----- Records shown
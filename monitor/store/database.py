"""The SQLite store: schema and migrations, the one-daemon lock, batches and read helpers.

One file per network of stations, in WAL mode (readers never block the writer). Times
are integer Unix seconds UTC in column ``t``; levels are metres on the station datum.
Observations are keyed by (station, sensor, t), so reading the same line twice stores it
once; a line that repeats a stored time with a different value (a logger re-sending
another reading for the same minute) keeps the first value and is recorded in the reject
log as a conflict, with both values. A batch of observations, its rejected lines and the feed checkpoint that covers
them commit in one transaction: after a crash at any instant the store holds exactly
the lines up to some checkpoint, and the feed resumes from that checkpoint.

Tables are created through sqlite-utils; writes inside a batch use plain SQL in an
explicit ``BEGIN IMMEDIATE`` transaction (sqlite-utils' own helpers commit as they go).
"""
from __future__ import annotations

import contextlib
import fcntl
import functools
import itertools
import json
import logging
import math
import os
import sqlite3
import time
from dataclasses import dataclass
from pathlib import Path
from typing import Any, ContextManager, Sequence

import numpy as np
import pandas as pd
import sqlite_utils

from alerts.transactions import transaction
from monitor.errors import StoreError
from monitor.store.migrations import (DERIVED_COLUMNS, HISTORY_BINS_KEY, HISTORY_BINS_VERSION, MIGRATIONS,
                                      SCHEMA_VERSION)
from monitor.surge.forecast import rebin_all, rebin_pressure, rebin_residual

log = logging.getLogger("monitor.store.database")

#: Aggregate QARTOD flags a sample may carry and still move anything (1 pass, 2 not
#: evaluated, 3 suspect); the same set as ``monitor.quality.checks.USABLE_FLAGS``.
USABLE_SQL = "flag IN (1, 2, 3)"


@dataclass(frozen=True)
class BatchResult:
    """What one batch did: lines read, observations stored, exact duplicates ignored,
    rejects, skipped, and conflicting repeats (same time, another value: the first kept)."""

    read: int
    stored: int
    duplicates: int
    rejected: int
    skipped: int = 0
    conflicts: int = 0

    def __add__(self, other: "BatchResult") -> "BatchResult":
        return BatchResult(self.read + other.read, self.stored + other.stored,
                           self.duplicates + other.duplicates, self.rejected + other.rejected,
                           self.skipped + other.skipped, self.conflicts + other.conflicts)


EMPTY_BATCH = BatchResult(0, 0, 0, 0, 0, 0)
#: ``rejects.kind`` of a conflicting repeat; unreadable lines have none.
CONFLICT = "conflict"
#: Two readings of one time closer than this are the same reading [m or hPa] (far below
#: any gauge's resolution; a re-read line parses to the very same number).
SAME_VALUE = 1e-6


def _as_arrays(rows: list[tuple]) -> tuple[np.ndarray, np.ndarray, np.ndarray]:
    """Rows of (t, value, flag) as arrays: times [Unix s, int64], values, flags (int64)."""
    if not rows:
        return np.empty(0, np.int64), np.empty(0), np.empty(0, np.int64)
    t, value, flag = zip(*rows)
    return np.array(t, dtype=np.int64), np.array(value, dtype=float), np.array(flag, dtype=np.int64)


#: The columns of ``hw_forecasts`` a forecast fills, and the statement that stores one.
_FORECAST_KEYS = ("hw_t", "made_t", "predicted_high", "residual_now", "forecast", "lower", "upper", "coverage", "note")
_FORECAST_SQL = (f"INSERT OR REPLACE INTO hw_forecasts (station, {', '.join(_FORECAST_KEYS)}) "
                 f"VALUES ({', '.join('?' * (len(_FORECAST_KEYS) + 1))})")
----------
----- Records shown
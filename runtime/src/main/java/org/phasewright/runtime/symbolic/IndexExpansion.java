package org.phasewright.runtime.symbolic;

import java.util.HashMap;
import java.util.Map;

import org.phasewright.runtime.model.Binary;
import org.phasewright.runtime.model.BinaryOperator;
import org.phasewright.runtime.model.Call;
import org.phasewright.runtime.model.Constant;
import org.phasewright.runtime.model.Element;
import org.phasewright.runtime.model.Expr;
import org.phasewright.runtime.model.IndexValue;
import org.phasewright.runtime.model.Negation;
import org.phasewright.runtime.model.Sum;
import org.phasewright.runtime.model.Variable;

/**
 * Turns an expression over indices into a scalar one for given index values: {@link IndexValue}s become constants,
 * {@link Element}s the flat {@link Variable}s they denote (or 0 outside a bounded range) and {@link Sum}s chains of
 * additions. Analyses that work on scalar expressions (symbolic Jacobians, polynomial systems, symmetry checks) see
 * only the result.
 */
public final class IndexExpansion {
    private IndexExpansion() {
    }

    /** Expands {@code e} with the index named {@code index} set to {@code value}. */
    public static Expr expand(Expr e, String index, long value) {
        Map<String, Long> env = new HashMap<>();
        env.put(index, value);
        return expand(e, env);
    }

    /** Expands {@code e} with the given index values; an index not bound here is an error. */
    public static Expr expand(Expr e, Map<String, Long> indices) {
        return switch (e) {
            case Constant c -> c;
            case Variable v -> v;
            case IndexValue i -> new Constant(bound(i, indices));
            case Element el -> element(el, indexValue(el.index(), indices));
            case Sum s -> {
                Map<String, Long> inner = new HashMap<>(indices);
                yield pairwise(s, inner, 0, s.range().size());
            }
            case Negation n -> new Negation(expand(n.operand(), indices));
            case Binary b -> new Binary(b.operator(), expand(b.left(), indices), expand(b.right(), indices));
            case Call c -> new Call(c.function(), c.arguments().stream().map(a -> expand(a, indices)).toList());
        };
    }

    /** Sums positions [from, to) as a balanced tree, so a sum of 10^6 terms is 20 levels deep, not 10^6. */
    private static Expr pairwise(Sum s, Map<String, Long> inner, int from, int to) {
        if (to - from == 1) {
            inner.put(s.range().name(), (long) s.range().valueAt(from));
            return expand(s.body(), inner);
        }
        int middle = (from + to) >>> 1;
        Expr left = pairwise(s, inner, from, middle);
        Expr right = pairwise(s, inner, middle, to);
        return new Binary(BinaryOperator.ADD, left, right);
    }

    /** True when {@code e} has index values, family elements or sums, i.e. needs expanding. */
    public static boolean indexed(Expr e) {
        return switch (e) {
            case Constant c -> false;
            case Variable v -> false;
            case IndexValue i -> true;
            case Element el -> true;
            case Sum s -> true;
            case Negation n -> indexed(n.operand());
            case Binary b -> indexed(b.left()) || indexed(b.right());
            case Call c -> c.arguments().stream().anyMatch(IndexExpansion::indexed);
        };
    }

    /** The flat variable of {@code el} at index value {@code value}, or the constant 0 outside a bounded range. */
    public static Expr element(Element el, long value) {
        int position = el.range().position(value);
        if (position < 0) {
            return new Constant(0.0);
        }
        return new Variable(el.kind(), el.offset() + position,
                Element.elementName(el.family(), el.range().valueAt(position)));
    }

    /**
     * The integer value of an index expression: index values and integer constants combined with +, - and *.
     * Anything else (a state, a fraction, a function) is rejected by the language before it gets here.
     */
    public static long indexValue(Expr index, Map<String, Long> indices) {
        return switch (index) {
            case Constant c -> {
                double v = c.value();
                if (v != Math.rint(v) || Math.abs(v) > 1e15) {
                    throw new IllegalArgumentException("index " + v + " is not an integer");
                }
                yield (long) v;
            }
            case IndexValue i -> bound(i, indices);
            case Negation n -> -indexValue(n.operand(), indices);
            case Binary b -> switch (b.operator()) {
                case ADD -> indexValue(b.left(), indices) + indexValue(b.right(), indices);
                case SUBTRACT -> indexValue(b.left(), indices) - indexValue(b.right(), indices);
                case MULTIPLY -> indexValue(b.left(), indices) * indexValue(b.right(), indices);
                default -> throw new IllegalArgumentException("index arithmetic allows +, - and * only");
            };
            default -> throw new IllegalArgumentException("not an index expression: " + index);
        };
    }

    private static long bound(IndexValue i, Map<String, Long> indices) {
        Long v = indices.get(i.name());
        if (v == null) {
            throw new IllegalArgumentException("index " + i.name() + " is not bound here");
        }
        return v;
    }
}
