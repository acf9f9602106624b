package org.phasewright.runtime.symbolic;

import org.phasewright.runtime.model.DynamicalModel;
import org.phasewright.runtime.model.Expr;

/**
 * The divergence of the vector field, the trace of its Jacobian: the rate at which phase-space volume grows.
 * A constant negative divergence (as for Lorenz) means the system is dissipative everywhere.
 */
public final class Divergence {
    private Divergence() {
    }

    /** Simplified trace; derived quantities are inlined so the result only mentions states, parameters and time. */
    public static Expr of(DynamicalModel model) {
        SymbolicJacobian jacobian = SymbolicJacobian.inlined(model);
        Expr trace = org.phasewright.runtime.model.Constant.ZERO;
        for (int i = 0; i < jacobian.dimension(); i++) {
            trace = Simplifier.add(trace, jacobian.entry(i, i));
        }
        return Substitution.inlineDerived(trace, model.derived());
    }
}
----------
----- Records shown
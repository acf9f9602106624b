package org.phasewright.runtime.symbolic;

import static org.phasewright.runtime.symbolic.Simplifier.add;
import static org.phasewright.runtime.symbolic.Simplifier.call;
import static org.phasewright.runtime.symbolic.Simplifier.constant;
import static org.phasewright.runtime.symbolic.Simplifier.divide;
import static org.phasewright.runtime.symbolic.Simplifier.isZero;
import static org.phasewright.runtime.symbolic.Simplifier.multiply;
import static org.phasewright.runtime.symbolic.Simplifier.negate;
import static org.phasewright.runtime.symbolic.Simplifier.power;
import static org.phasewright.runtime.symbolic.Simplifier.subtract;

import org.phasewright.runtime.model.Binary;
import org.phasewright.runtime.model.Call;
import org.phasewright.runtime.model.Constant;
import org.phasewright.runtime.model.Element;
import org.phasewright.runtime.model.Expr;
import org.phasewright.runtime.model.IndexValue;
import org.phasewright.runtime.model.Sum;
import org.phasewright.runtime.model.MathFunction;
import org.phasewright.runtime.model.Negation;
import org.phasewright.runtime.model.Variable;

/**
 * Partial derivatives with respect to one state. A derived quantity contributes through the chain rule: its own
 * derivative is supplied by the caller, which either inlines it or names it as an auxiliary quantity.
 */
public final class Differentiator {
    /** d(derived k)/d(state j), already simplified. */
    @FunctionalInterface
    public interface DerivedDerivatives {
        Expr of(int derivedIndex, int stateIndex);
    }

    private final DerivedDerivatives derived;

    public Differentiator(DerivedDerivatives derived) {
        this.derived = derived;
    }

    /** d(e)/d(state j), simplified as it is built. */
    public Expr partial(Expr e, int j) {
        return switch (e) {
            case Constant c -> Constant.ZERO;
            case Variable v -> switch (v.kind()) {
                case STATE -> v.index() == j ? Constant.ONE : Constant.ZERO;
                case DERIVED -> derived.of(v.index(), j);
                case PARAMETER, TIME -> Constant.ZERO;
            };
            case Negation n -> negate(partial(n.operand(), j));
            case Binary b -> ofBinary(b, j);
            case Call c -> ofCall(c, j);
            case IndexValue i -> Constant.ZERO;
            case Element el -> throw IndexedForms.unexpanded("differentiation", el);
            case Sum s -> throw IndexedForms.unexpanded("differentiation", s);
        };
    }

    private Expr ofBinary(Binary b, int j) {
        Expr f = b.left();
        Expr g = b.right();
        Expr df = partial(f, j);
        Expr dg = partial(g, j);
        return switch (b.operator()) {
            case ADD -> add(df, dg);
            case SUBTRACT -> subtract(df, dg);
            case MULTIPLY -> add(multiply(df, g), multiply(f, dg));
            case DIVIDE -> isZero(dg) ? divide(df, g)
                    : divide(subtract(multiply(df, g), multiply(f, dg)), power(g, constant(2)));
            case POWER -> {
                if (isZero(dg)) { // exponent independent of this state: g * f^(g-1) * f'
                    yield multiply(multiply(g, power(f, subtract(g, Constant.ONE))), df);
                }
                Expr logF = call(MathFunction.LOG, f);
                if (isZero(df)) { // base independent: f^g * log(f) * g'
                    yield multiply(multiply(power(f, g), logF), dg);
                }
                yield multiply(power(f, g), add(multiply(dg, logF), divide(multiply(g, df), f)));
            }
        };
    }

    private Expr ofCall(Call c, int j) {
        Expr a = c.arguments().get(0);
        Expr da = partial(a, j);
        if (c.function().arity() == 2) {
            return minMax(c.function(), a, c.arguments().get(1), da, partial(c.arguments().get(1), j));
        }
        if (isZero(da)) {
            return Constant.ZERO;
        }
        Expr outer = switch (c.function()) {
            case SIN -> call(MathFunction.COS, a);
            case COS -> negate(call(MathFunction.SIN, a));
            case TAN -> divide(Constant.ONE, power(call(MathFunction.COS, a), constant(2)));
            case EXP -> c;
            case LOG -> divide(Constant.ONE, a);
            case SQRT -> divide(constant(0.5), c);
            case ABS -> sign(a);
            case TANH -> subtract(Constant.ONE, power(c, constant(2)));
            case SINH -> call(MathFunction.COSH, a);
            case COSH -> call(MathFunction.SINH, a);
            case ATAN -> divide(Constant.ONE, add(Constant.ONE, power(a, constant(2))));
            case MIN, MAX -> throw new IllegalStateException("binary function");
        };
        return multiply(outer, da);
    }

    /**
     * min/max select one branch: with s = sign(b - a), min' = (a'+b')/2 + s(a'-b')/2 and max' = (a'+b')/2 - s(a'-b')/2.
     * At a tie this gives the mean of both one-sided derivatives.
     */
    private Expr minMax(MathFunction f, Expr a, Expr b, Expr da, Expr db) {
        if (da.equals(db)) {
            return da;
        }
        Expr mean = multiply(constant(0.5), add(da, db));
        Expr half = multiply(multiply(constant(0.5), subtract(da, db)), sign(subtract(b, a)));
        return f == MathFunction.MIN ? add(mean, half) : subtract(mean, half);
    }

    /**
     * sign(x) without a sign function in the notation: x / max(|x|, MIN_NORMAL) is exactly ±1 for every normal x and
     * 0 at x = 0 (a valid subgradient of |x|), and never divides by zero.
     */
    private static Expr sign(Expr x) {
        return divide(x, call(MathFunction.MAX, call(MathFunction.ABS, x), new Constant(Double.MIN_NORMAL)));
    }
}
----------
Reproduce, exactly as they stand in the data above, the lines from the one that holds "filename monitor/store/database.py" to the one that holds "once; a line", inclusive.

filename monitor/store/database.py
"""The SQLite store: schema and migrations, the one-daemon lock, batches and read helpers.

One file per network of stations, in WAL mode (readers never block the writer). Times
are integer Unix seconds UTC in column ``t``; levels are metres on the station datum.
Observations are keyed by (station, sensor, t), so reading the same line twice stores it
once; a line that repeats a stored time with a different value (a logger re-sending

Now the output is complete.